None of the above solutions worked for me in Mac OS Sierra. I was trying several options in the Advanced option (because I run owncloud in a special port and needed to insert it somewhere).
Finally I could get access to my owncloud server (CardDAV module) in the following way:
- In the Add Account window I choose the "Manual" option;
- I entered with username and password;
- In the server address I entered with a complete address in one line, i. e.,
https://EXAMPLE.COM:MY_SERVER_PORT/owncloud/remote.php/dav/principals/users/USERNAME
I was sure about the values of USERNAME, PASSWORD and MY_SERVER_PORT because I can have access to the server with these very same values from iOS and Android.
It seems that there is a bug in MacOS contacts client software, as it cannot compose the correct server link from the separated parameters we give to it. When we write manually the complete server link, as shown above, there is no need to compose the link and the login process succeeds.
I hope this solution could be useful to someone.

This worked like a charm..... Thanks man .. you made my day :smiley:

None of suggested options above worked for me with nCloud and macOS Sierra (I have got a very strong password with wildcards...)
Here is what worked for me :

login : your login
password : your password
server : https://[server_address]:443
chemin : /remote.php/dav/principals/users/[username]
port : 443
use SSL

Just wanted to mention that for me El Capitan did not work but Sierra did. (I tried several different URL formats etc)
So.. it's complicated :frowning:

Hi everyone. I came across this same issue. Everything with my ownCloud installation was working perfectly expect this one thing, and it was driving me a bit nuts. Playing around with different link combinations (principals, users, dav/carddav, etc) I eventually figured that if entering a certain server path (ie. /owncloud/remote.php/dav/principals/users/USER) resulted in the macOS settings accepting the entry, the server was obviously telling my mac that this address was fine, and that there was in fact an addressbook accessible there. When looking in the Contacts settings, under the General tab, you'll see a Default Account dropdown box. If your ownCloud server is listed here, that means the system has registered it properly.

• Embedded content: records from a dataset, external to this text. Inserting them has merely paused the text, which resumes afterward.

#include "store/certificate_list.hpp"

#include <SQLiteCpp/Statement.h>

#include "store/columns.hpp"
#include "store/repository.hpp"

namespace plumb::store {
namespace {

std::optional<std::string> nullable_text(const SQLite::Column& c) {
  if (c.isNull()) return std::nullopt;
  return c.getString();
}

}  // namespace

std::vector<CertificateListRow> list_certificates(SQLite::Database& db, const CertificateListQuery& query) {
  // The events are unique per certificate and kind (schema/002_audit.sql, schema/006_lifecycle.sql), so each
  // join adds at most one row.
  std::string sql =
      "SELECT c.id, c.number, c.run_id, r.instrument_id, r.procedure, r.performed_on, r.operator, c.issued_at, "
      "c.issued_by, a.by_name, a.recorded_at, s.recorded_at, n.number, w.recorded_at, w.reason "
      "FROM certificates c JOIN check_runs r ON r.id = c.run_id "
      "LEFT JOIN certificate_events a ON a.certificate_id = c.id AND a.event = 'approved' "
      "LEFT JOIN certificate_events s ON s.certificate_id = c.id AND s.event = 'superseded' "
      "LEFT JOIN certificates n ON n.id = s.replaced_by "
      "LEFT JOIN certificate_withdrawals w ON w.certificate_id = c.id WHERE 1 = 1";
  if (query.instrument_id) sql += " AND r.instrument_id = :instrument";
  if (query.issued_from) sql += " AND substr(c.issued_at, 1, 10) >= :from";
  if (query.issued_to) sql += " AND substr(c.issued_at, 1, 10) <= :to";
  sql += " ORDER BY c.issued_at, c.id";
  SQLite::Statement q(db, sql);
  if (query.instrument_id) q.bind(":instrument", *query.instrument_id);
  if (query.issued_from) q.bind(":from", to_string(*query.issued_from));
  if (query.issued_to) q.bind(":to", to_string(*query.issued_to));
  std::vector<CertificateListRow> out;
  while (q.executeStep()) {
    CertificateListRow row;
    row.id = q.getColumn(0).getInt64();
    row.number = q.getColumn(1).getString();
    row.run_id = q.getColumn(2).getInt64();
    row.instrument_id = q.getColumn(3).getString();
    row.procedure = stored_procedure(q.getColumn(4));
    row.performed_on = stored_date(q.getColumn(5));
    row.operator_name = q.getColumn(6).getString();
    row.issued_at = q.getColumn(7).getString();
    row.issued_by = q.getColumn(8).getString();
    row.approved_by = nullable_text(q.getColumn(9));
    row.approved_at = nullable_text(q.getColumn(10));
    row.superseded_at = nullable_text(q.getColumn(11));
    row.replaced_by = nullable_text(q.getColumn(12));
    row.withdrawn_at = nullable_text(q.getColumn(13));
    row.withdrawn_reason = nullable_text(q.getColumn(14));
    out.push_back(std::move(row));
  }
  return out;
}

std::optional<CertificateRecord> last_certificate(SQLite::Database& db) {
  SQLite::Statement q(db, "SELECT max(id) FROM certificates");
  if (!q.executeStep() || q.getColumn(0).isNull()) return std::nullopt;
  return find_certificate_by_id(db, q.getColumn(0).getInt64());
}

}  // namespace plumb::store
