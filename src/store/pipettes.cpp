#include "store/pipettes.hpp"

#include <SQLiteCpp/Statement.h>
#include <fmt/format.h>

#include "store/instrument_versions.hpp"
#include "store/repository.hpp"

namespace plumb::store {
namespace {

using nlohmann::json;

Decimal trimmed(Decimal v) { return v.rescaled(v.significant_scale()); }

Value text_or_null(const std::optional<Decimal>& d) { return d ? Value(trimmed(*d).to_string()) : Value(); }

std::optional<Decimal> decimal_or_none(const SQLite::Column& c) {
  if (c.isNull()) return std::nullopt;
  return Decimal::parse(c.getString(), c.getName());
}

/// A volume column holds exact decimal text in microlitres.
std::optional<ExactVolume> volume_or_none(const SQLite::Column& c) {
  if (c.isNull()) return std::nullopt;
  return ExactVolume::microlitres(Decimal::parse(c.getString(), c.getName()));
}

pipette_limits::LimitsPolicy::Kind policy_kind(const std::string& key) {
  if (key == "lab-ul") return pipette_limits::LimitsPolicy::Kind::lab_ul;
  if (key == "lab-pct") return pipette_limits::LimitsPolicy::Kind::lab_pct;
  return pipette_limits::LimitsPolicy::Kind::iso8655_2;
}

// A pipette with the attributes in force on the date bound to ?1 (schema/006_lifecycle.sql).
const std::string& pipette_select() {
  static const std::string sql =
      "SELECT i.id, CASE WHEN v.id IS NULL THEN i.location ELSE v.location END, coalesce(v.check_every, "
      "i.check_every), i.created_on, p.volume_kind, p.nominal_ul, p.lower_limit_ul, p.channels, p.limits_policy, "
      "p.max_systematic, p.max_random, coalesce(v.maker, n.maker, ''), coalesce(v.model, n.model, ''), "
      "coalesce(v.serial_no, n.serial_no, ''), coalesce(v.asset_tag, n.asset_tag, '') FROM instruments i "
      "JOIN pipettes p ON p.instrument_id = i.id LEFT JOIN instrument_identities n ON n.instrument_id = i.id" +
      version_join("v", "i.id", 1);
  return sql;
}

PipetteRecord pipette_from(SQLite::Statement& q) {
  PipetteRecord p;
  checks::PipetteDefinition& d = p.definition;
  d.id = q.getColumn(0).getString();
  p.location = q.getColumn(1).getString();
  p.every = Interval::parse(q.getColumn(2).getString());
  p.created_on = parse_date(q.getColumn(3).getString());
  d.kind = q.getColumn(4).getString() == "variable" ? checks::PipetteKind::variable : checks::PipetteKind::fixed;
  d.nominal = ExactVolume::microlitres(Decimal::parse(q.getColumn(5).getString()));
  d.lower_limit = volume_or_none(q.getColumn(6));
  d.channels = q.getColumn(7).getInt();
  d.limits.kind = policy_kind(q.getColumn(8).getString());
  d.limits.systematic = decimal_or_none(q.getColumn(9));
  d.limits.random = decimal_or_none(q.getColumn(10));
  p.identity = {q.getColumn(11).getString(), q.getColumn(12).getString(), q.getColumn(13).getString(),
                q.getColumn(14).getString()};
  return p;
}

}  // namespace

std::string pipette_series(ExactVolume volume, int channel) {
  return fmt::format("{} uL channel {}", volume.ul_text(), channel);
}

void add_pipette(Recorder& rec, const PipetteRecord& p) {
  const checks::PipetteDefinition& d = p.definition;
  rec.insert("instruments",
             {{"id", d.id},
              {"kind", "pipette"},
              {"location", p.location},
              {"check_every", p.every.to_string()},
              {"created_on", to_string(p.created_on)},
              {"created_at", rec.now()},
              {"created_by", rec.actor().name}},
             {"id"});
  const bool lab = d.limits.kind != pipette_limits::LimitsPolicy::Kind::iso8655_2;
  rec.insert("pipettes",
             {{"instrument_id", d.id},
              {"volume_kind", std::string(checks::to_string(d.kind))},
              {"nominal_ul", d.nominal.ul_text()},
              {"lower_limit_ul",
               d.kind == checks::PipetteKind::variable && d.lower_limit ? Value(d.lower_limit->ul_text()) : Value()},
              {"channels", d.channels},
              {"limits_policy", d.limits.key()},
              {"max_systematic", lab ? text_or_null(d.limits.systematic) : Value()},
              {"max_random", lab ? text_or_null(d.limits.random) : Value()}},
             {"instrument_id"});
  if (!p.identity.empty()) add_instrument_identity(rec, d.id, p.identity);
}

std::optional<PipetteRecord> find_pipette(SQLite::Database& db, const std::string& id) {
  SQLite::Statement q(db, pipette_select() + " WHERE i.id = ?2");
  q.bind(1, latest_attributes_date);
  q.bind(2, id);
  if (!q.executeStep()) return std::nullopt;
  return pipette_from(q);
}

std::optional<PipetteRecord> find_pipette_on(SQLite::Database& db, const std::string& id, Date on) {
  SQLite::Statement q(db, pipette_select() + " WHERE i.id = ?2");
  q.bind(1, to_string(on));
  q.bind(2, id);
  if (!q.executeStep()) return std::nullopt;
  return pipette_from(q);
}

std::vector<PipetteRecord> list_pipettes(SQLite::Database& db) {
  SQLite::Statement q(db, pipette_select() + " ORDER BY i.id COLLATE natural_id");
  q.bind(1, latest_attributes_date);
  std::vector<PipetteRecord> out;
  while (q.executeStep()) out.push_back(pipette_from(q));
  return out;
}

void add_pipette_run_conditions(RowGroup& group, const PipetteRunConditions& c) {
  group.insert("pipette_run_conditions",
             {{"run_id", c.run_id},
              {"balance_id", c.balance_id},
              {"balance_run_id", c.balance_run_id},
              {"water_temperature_c", c.water_temperature_c.to_string()},
              {"air_pressure_hpa", c.air_pressure_hpa.to_string()},
              {"humidity_pct", c.humidity_pct.to_string()},
              {"evaporation_g", c.evaporation ? Value(c.evaporation->in_grams().to_string()) : Value()}},
             {"run_id"});
}

std::optional<PipetteRunConditions> find_pipette_run_conditions(SQLite::Database& db, std::int64_t run_id) {
  SQLite::Statement q(db,
                      "SELECT run_id, balance_id, balance_run_id, water_temperature_c, air_pressure_hpa, humidity_pct, "
                      "evaporation_g FROM pipette_run_conditions WHERE run_id = ?");
  q.bind(1, run_id);
  if (!q.executeStep()) return std::nullopt;
  PipetteRunConditions c;
  c.run_id = q.getColumn(0).getInt64();
  c.balance_id = q.getColumn(1).getString();
  c.balance_run_id = q.getColumn(2).getInt64();
  c.water_temperature_c = Decimal::parse(q.getColumn(3).getString());
  c.air_pressure_hpa = Decimal::parse(q.getColumn(4).getString());
  c.humidity_pct = Decimal::parse(q.getColumn(5).getString());
  if (!q.getColumn(6).isNull()) c.evaporation = ExactMass::grams(Decimal::parse(q.getColumn(6).getString()));
  return c;
}

std::optional<RunRecord> latest_run_on_or_before(SQLite::Database& db, const std::string& instrument_id, Date on) {
  SQLite::Statement q(db,
                      "SELECT id FROM check_runs WHERE instrument_id = ?1 AND performed_on <= ?2 AND id NOT IN "
                      "(SELECT supersedes FROM check_runs WHERE supersedes IS NOT NULL) "
                      "AND id NOT IN (SELECT run_id FROM run_voids) ORDER BY performed_on DESC, id DESC LIMIT 1");
  q.bind(1, instrument_id);
  q.bind(2, to_string(on));
  if (!q.executeStep()) return std::nullopt;
  return find_run(db, q.getColumn(0).getInt64());
}

}  // namespace plumb::store
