#include "store/recorder.hpp"

#include <SQLiteCpp/Statement.h>
#include <fmt/chrono.h>
#include <fmt/format.h>
#include <openssl/evp.h>
#include <pwd.h>
#include <unistd.h>

#include <chrono>
#include <cstdlib>

#include "core/errors.hpp"

namespace plumb::store {

std::string current_os_user() {
  if (const passwd* pw = getpwuid(geteuid()); pw && pw->pw_name) return pw->pw_name;
  if (const char* u = std::getenv("USER"); u && *u) return u;
  return fmt::format("uid-{}", geteuid());
}

std::string utc_timestamp() {
  const auto now = std::chrono::floor<std::chrono::seconds>(std::chrono::system_clock::now());
  return fmt::format("{:%Y-%m-%dT%H:%M:%SZ}", fmt::gmtime(std::chrono::system_clock::to_time_t(now)));
}

std::string sha256_hex(std::string_view text) {
  unsigned char digest[EVP_MAX_MD_SIZE];
  unsigned int len = 0;
  if (EVP_Digest(text.data(), text.size(), digest, &len, EVP_sha256(), nullptr) != 1)
    throw StorageError("SHA-256 computation failed in OpenSSL.");
  std::string hex;
  for (unsigned int i = 0; i < len; ++i) hex += fmt::format("{:02x}", digest[i]);
  return hex;
}

std::string audit_hash(const std::string& prev_hash, const nlohmann::json& record) {
  // nlohmann::json objects keep keys sorted, so dump() is canonical.
  return sha256_hex(prev_hash + "\n" + record.dump());
}

nlohmann::json row_json(SQLite::Statement& row) {
  nlohmann::json j = nlohmann::json::object();
  for (int i = 0; i < row.getColumnCount(); ++i) {
    const SQLite::Column c = row.getColumn(i);
    if (c.isNull()) j[c.getName()] = nullptr;
    else if (c.isInteger()) j[c.getName()] = c.getInt64();
    else if (c.isFloat()) j[c.getName()] = c.getDouble();
    else if (c.isText()) j[c.getName()] = c.getString();
    else j[c.getName()] = "blob:" + sha256_hex(std::string_view(static_cast<const char*>(c.getBlob()),
                                                                static_cast<std::size_t>(c.getBytes())));
  }
  return j;
}

Recorder::Recorder(SQLite::Database& db, Actor actor) : db_(db), actor_(std::move(actor)), now_(utc_timestamp()) {}

SQLite::Statement& Recorder::statement(const std::string& sql) {
  auto& s = statements_[sql];
  if (!s) s = std::make_unique<SQLite::Statement>(db_, sql);
  s->reset();
  s->clearBindings();
  return *s;
}

std::int64_t Recorder::insert(const std::string& table, nlohmann::json row, const std::vector<std::string>& key_columns,
                              const std::string& reason) {
  std::string columns, marks;
  for (const auto& [name, _] : row.items()) {
    columns += (columns.empty() ? "" : ", ") + name;
    marks += marks.empty() ? "?" : ", ?";
  }
  SQLite::Statement& insert = statement(fmt::format("INSERT INTO {} ({}) VALUES ({})", table, columns, marks));
  int i = 1;
  for (const auto& [name, value] : row.items()) {
    if (value.is_null()) insert.bind(i);
    else if (value.is_number_integer()) insert.bind(i, value.get<std::int64_t>());
    else if (value.is_string()) insert.bind(i, value.get<std::string>());
    else throw StorageError(fmt::format("column {}.{} must be text, integer or null (exact values only).", table, name));
    ++i;
  }
  insert.exec();
  const std::int64_t rowid = db_.getLastInsertRowid();
  // The trail records the row as stored (every column, defaults included), so that `audit verify` can
  // compare each column of the table with what was recorded.
  SQLite::Statement& stored = statement(fmt::format("SELECT * FROM {} WHERE rowid = ?", table));
  stored.bind(1, rowid);
  if (!stored.executeStep()) throw StorageError(fmt::format("row {} of {} vanished after insert.", rowid, table));
  row = row_json(stored);

  std::string key;
  for (const auto& k : key_columns) {
    const auto& v = row.at(k);
    key += fmt::format("{}{}={}", key.empty() ? "" : ",", k, v.is_string() ? v.get<std::string>() : v.dump());
  }

  // Read the chain's tail every time (never cached): it is cheap with a prepared statement, and always right.
  SQLite::Statement& last = statement("SELECT seq, hash FROM audit_log ORDER BY seq DESC LIMIT 1");
  std::int64_t seq = 1;
  std::string prev = std::string(64, '0');
  if (last.executeStep()) {
    seq = last.getColumn(0).getInt64() + 1;
    prev = last.getColumn(1).getString();
  }
  last.reset();  // no read cursor left open between inserts
  const std::string after = row.dump();
  nlohmann::json record = {{"seq", seq},          {"at", now_},         {"os_user", actor_.os_user},
                           {"actor", actor_.name}, {"action", "insert"}, {"table_name", table},
                           {"row_key", key},       {"before_json", nullptr}, {"after_json", after},
                           {"reason", reason.empty() ? nlohmann::json() : nlohmann::json(reason)}};
  const std::string hash = audit_hash(prev, record);
  SQLite::Statement& audit =
      statement("INSERT INTO audit_log (seq, at, os_user, actor, action, table_name, row_key, before_json, "
                "after_json, reason, prev_hash, hash) VALUES (?, ?, ?, ?, ?, ?, ?, NULL, ?, ?, ?, ?)");
  audit.bind(1, seq);
  audit.bind(2, now_);
  audit.bind(3, actor_.os_user);
  audit.bind(4, actor_.name);
  audit.bind(5, "insert");
  audit.bind(6, table);
  audit.bind(7, key);
  audit.bind(8, after);
  if (reason.empty()) audit.bind(9);
  else audit.bind(9, reason);
  audit.bind(10, prev);
  audit.bind(11, hash);
  audit.exec();
  return rowid;
}

}  // namespace plumb::store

So the settings were fine (apparently) but my Contact list remained empty. I then tested it by creating a new contact.. and voila! All my contacts showed up. It seems the first sync is not automatic, and so you have to actually push something new to the server.

So if macOS accepts the settings/username/password you give it, the server is giving it the OK. Try forcing the first sync with some new info and see if that helps. For reference, my complete settings in macOS Sierra are:

New Account: Carddav
-> Advanced
[username]
[password]
Server Address: https://owncloud.example.com
Server Path: /owncloud/remote.php/dav/principals/users/[username]
Port 443
SSL: Checked

Good luck! This can be frustrating, I know.